(TASK STATEMENT) Your answer should be only the lines below from the one with "volumes = np.full(len(pts), np.nan)" to the one with "n = int(sys.argv[1])", repeated exactly, ends included.

(DATA PROVIDED)
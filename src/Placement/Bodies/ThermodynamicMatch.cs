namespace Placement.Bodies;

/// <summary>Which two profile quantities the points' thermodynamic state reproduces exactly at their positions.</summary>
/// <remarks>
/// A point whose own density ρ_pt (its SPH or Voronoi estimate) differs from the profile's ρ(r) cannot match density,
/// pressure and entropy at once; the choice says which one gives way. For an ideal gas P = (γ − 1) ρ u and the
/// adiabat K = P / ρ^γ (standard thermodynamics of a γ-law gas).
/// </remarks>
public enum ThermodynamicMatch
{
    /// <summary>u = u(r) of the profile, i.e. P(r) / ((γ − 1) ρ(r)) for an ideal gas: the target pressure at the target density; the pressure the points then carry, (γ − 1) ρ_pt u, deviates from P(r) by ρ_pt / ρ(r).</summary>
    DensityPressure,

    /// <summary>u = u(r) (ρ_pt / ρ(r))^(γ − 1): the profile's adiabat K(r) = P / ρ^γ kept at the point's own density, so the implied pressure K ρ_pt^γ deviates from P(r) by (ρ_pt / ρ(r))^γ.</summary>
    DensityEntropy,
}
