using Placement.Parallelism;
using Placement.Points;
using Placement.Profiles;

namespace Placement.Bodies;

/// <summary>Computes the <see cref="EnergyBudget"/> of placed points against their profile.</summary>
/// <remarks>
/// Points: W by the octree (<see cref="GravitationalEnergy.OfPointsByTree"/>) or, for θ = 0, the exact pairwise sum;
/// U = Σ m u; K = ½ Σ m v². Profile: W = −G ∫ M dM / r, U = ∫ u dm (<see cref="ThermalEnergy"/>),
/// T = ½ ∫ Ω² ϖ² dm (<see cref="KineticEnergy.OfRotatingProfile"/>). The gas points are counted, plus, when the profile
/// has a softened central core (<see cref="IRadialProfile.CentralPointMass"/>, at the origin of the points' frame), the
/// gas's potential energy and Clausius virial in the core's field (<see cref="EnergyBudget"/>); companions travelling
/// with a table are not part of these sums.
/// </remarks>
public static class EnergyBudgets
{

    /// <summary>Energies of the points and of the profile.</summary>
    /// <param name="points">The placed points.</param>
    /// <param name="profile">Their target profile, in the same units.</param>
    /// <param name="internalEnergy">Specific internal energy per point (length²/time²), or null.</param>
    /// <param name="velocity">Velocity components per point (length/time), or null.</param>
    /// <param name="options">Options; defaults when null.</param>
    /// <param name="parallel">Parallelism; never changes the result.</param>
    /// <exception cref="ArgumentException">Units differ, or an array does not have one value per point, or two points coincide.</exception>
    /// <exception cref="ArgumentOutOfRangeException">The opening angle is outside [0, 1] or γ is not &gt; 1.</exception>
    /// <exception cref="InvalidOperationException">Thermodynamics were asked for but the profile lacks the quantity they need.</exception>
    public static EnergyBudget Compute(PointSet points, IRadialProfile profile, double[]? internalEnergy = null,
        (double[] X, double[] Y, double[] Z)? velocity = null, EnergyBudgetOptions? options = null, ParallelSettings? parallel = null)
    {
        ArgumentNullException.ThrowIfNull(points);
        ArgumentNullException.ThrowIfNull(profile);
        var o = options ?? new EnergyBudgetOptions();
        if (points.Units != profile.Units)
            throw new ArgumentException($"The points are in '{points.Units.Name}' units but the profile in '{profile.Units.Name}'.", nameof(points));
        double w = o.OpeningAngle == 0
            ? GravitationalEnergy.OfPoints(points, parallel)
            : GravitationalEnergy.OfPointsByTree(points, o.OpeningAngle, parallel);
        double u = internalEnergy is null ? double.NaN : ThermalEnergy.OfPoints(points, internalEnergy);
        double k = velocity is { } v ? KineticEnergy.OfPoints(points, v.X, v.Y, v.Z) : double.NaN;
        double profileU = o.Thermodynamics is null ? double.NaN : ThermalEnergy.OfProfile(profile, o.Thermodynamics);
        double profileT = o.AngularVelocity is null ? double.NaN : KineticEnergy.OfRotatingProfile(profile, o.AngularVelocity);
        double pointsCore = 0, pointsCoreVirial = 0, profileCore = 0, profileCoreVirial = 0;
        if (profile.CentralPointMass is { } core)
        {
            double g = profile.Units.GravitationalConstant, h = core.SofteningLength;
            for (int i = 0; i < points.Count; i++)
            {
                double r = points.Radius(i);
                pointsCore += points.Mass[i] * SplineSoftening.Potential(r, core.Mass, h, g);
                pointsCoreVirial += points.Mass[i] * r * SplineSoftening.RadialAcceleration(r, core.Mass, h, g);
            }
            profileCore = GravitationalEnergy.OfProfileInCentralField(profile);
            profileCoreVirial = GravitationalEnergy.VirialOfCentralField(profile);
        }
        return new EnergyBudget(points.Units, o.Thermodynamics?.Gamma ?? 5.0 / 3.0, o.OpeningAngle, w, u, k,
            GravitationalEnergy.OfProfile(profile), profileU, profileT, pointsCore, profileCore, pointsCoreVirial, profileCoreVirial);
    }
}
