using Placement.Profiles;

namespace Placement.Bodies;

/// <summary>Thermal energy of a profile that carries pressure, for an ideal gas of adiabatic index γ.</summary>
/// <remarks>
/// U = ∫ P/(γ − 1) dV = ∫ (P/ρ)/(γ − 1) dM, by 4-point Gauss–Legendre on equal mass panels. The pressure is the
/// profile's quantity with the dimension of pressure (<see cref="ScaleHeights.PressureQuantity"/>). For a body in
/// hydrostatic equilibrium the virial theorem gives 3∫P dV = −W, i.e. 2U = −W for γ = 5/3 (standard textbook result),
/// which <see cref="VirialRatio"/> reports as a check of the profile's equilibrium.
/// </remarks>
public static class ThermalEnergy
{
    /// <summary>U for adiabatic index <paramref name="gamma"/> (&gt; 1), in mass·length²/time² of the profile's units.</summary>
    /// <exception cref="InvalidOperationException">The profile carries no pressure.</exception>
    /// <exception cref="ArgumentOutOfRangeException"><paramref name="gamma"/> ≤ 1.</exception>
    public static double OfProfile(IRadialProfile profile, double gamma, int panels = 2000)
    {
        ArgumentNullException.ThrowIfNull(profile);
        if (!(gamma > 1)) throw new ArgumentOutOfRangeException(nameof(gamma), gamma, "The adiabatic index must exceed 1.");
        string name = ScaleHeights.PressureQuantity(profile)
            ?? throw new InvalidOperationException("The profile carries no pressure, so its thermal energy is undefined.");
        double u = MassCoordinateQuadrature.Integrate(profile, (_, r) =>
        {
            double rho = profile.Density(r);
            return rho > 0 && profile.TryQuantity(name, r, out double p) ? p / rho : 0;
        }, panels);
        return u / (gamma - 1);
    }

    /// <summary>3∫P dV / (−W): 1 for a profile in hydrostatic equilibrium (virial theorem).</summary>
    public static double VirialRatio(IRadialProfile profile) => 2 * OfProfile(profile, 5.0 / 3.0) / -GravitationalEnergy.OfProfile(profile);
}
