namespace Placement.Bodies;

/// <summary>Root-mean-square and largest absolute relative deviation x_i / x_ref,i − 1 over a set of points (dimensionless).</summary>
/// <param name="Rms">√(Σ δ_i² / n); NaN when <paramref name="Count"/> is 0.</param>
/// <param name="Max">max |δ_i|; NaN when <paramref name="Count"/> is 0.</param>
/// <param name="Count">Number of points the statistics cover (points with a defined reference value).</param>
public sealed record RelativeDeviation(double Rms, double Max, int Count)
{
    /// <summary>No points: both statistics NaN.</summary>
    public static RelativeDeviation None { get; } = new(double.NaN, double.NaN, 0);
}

--

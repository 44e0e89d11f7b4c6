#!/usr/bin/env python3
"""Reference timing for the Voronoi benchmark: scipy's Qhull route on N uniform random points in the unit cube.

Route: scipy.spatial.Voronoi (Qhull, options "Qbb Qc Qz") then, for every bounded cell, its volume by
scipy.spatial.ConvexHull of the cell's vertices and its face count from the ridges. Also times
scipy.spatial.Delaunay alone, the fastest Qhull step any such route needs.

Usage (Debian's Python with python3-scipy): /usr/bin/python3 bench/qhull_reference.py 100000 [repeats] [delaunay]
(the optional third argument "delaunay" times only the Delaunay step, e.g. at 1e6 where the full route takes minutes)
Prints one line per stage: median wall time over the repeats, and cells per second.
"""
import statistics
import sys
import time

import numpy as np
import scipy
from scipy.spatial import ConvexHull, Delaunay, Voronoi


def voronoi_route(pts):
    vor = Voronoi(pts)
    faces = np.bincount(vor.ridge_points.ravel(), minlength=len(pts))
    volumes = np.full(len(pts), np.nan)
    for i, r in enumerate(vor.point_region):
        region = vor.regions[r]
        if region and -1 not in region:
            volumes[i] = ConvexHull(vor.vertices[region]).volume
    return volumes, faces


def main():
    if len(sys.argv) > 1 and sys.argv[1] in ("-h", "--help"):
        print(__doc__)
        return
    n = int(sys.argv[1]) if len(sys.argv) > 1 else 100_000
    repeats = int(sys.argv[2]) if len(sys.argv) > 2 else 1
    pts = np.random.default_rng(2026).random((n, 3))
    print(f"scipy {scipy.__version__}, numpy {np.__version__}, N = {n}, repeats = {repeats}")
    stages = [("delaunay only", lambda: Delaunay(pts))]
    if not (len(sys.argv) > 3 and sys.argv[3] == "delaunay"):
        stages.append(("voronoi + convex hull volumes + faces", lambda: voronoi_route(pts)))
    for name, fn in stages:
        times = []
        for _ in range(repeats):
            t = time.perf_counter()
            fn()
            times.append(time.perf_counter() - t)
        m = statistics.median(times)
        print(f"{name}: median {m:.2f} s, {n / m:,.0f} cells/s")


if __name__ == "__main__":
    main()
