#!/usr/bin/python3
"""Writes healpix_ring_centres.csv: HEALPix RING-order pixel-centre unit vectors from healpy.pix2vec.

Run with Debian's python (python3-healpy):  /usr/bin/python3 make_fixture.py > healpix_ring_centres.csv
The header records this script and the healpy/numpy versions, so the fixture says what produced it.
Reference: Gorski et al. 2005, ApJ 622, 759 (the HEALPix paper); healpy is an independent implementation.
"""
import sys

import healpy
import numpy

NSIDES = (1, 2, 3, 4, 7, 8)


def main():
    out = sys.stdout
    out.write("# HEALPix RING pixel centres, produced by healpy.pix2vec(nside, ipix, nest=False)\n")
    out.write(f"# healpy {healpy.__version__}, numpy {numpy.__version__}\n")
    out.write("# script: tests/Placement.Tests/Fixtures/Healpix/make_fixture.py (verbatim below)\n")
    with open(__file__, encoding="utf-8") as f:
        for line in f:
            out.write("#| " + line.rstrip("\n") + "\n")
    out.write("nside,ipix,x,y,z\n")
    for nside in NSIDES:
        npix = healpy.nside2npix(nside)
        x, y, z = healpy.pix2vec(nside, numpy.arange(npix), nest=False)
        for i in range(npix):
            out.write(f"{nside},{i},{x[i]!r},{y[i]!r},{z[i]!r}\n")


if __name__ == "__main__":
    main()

==

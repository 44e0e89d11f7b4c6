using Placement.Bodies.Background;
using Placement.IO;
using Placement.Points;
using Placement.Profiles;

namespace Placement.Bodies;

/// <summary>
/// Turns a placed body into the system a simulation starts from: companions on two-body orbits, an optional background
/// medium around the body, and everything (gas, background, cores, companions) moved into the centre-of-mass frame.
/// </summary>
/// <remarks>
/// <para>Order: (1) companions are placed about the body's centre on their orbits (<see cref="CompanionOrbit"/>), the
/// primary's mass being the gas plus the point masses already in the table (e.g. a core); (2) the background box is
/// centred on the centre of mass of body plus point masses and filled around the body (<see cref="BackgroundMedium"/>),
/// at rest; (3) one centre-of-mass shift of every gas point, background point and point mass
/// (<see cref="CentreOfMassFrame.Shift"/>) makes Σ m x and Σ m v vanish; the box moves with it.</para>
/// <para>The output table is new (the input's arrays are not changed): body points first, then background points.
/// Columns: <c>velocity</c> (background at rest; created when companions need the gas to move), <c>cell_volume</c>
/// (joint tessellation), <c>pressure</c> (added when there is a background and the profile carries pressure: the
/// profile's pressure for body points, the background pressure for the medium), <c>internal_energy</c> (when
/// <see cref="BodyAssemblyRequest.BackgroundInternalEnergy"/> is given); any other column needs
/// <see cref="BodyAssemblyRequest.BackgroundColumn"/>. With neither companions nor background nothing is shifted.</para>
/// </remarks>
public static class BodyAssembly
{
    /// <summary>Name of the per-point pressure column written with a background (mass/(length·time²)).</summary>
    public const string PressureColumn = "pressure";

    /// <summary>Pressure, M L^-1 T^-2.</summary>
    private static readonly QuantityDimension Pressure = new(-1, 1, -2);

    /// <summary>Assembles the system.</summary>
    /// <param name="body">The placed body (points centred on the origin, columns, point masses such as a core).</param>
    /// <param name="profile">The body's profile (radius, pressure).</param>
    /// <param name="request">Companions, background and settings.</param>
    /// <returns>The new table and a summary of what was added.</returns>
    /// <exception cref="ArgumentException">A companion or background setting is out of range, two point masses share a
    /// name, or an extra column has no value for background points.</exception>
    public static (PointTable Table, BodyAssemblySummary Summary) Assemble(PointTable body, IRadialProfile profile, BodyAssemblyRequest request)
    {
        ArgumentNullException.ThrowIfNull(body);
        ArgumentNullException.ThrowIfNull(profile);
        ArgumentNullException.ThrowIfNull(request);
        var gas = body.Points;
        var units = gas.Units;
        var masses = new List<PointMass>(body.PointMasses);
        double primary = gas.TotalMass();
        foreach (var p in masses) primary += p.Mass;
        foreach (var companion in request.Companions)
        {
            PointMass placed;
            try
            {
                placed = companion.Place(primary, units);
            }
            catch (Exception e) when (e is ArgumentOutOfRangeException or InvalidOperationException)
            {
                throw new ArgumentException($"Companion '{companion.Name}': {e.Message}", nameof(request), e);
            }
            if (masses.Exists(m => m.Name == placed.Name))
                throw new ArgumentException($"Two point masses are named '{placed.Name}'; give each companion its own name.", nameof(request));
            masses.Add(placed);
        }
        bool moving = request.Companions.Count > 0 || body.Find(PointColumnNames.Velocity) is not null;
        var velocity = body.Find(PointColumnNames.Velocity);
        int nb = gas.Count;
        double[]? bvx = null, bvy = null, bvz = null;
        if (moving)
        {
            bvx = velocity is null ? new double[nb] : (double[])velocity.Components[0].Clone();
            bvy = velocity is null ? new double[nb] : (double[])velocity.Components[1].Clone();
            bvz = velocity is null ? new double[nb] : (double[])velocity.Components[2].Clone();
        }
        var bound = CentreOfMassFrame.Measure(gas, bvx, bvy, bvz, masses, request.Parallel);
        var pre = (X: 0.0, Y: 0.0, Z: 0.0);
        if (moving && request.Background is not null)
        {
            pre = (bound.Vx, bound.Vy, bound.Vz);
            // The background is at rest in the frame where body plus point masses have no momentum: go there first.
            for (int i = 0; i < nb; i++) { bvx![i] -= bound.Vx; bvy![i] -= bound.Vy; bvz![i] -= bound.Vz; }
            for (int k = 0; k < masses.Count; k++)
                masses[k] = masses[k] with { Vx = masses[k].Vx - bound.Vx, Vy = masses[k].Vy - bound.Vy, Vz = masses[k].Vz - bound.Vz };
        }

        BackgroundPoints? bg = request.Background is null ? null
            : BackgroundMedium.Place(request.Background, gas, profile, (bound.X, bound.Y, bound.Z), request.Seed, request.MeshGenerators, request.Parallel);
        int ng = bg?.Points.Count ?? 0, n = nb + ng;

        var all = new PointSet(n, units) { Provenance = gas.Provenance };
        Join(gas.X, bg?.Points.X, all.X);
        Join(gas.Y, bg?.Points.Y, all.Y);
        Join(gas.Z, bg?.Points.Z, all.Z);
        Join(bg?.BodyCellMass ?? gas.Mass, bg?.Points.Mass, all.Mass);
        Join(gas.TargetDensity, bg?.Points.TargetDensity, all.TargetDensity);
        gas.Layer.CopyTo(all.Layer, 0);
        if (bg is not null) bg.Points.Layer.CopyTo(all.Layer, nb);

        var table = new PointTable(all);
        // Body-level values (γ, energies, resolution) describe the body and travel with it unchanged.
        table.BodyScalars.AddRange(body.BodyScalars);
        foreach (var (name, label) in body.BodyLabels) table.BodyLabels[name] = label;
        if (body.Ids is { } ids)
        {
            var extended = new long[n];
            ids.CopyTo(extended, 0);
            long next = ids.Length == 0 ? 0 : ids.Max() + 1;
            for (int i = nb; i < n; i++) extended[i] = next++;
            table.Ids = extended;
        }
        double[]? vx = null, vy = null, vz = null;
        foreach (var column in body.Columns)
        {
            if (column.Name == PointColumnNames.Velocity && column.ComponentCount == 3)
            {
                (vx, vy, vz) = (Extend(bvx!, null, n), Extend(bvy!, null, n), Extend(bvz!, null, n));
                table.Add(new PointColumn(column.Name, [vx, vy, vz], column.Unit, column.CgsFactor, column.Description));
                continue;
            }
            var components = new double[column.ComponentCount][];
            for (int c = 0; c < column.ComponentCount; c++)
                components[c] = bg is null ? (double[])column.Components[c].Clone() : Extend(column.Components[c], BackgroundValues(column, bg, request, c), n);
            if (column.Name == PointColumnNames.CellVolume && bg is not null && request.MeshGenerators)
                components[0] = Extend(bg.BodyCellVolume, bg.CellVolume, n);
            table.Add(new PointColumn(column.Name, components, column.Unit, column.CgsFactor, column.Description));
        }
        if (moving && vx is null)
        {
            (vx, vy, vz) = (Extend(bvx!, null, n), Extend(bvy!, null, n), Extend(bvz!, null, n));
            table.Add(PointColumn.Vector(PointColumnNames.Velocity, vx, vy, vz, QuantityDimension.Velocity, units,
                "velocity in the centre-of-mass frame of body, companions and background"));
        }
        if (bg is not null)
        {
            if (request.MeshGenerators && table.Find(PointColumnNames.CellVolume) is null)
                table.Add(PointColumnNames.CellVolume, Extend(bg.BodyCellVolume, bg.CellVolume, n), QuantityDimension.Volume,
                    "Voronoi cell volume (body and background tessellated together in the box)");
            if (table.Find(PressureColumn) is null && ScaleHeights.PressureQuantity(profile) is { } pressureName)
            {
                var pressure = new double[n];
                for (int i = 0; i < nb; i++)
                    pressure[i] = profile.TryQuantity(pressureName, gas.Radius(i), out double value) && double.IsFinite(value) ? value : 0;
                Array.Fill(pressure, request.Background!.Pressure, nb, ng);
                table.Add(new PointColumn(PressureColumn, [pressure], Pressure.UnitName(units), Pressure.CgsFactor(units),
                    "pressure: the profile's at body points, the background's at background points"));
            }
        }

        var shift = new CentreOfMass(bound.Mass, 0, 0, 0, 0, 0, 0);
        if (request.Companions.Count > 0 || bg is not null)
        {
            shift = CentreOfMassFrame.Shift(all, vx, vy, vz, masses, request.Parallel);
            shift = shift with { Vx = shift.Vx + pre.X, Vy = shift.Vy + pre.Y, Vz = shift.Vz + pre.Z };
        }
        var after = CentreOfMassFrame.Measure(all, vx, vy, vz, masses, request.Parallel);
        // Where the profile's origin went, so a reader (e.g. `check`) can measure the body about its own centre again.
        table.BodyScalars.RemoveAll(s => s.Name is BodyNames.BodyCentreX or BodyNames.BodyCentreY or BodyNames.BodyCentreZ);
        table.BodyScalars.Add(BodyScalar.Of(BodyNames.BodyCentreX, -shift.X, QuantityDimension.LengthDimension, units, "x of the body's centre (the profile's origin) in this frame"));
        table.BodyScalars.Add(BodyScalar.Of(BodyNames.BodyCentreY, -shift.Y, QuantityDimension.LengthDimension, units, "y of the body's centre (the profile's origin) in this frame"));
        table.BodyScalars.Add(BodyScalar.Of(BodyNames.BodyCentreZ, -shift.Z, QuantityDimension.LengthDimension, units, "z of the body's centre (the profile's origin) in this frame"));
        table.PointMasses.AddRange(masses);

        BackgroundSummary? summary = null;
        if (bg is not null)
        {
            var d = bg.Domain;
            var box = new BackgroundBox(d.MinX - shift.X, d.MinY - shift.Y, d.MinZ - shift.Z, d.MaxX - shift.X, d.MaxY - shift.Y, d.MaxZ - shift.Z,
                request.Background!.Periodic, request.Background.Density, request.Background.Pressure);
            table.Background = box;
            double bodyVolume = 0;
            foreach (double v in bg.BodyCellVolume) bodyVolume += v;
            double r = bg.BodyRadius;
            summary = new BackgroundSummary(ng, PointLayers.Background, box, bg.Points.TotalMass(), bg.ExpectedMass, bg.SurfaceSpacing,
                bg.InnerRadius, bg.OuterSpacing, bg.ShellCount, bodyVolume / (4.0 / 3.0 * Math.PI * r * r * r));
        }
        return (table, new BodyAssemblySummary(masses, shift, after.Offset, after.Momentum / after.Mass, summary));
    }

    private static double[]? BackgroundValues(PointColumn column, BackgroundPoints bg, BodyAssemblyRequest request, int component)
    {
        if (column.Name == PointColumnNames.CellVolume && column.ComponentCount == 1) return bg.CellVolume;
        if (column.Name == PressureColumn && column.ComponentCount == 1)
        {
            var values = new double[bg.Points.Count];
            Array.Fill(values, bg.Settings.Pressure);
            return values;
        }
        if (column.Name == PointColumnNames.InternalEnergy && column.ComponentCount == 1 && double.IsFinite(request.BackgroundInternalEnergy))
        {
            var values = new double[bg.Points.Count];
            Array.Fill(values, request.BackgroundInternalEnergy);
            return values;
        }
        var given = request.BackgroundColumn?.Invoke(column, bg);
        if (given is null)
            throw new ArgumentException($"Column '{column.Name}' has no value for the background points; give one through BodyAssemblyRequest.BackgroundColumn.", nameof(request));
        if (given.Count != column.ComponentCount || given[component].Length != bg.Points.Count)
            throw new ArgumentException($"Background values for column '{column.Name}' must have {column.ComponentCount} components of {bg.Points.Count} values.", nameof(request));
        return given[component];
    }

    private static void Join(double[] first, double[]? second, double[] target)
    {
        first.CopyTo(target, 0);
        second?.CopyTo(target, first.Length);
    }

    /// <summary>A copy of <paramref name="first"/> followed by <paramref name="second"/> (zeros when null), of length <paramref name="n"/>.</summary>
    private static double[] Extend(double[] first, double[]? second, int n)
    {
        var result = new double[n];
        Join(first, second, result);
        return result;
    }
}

(OUTPUT BELOW)
    volumes = np.full(len(pts), np.nan)
    for i, r in enumerate(vor.point_region):
        region = vor.regions[r]
        if region and -1 not in region:
            volumes[i] = ConvexHull(vor.vertices[region]).volume
    return volumes, faces


def main():
    if len(sys.argv) > 1 and sys.argv[1] in ("-h", "--help"):
        print(__doc__)
        return
    n = int(sys.argv[1]) if len(sys.argv) > 1 else 100_000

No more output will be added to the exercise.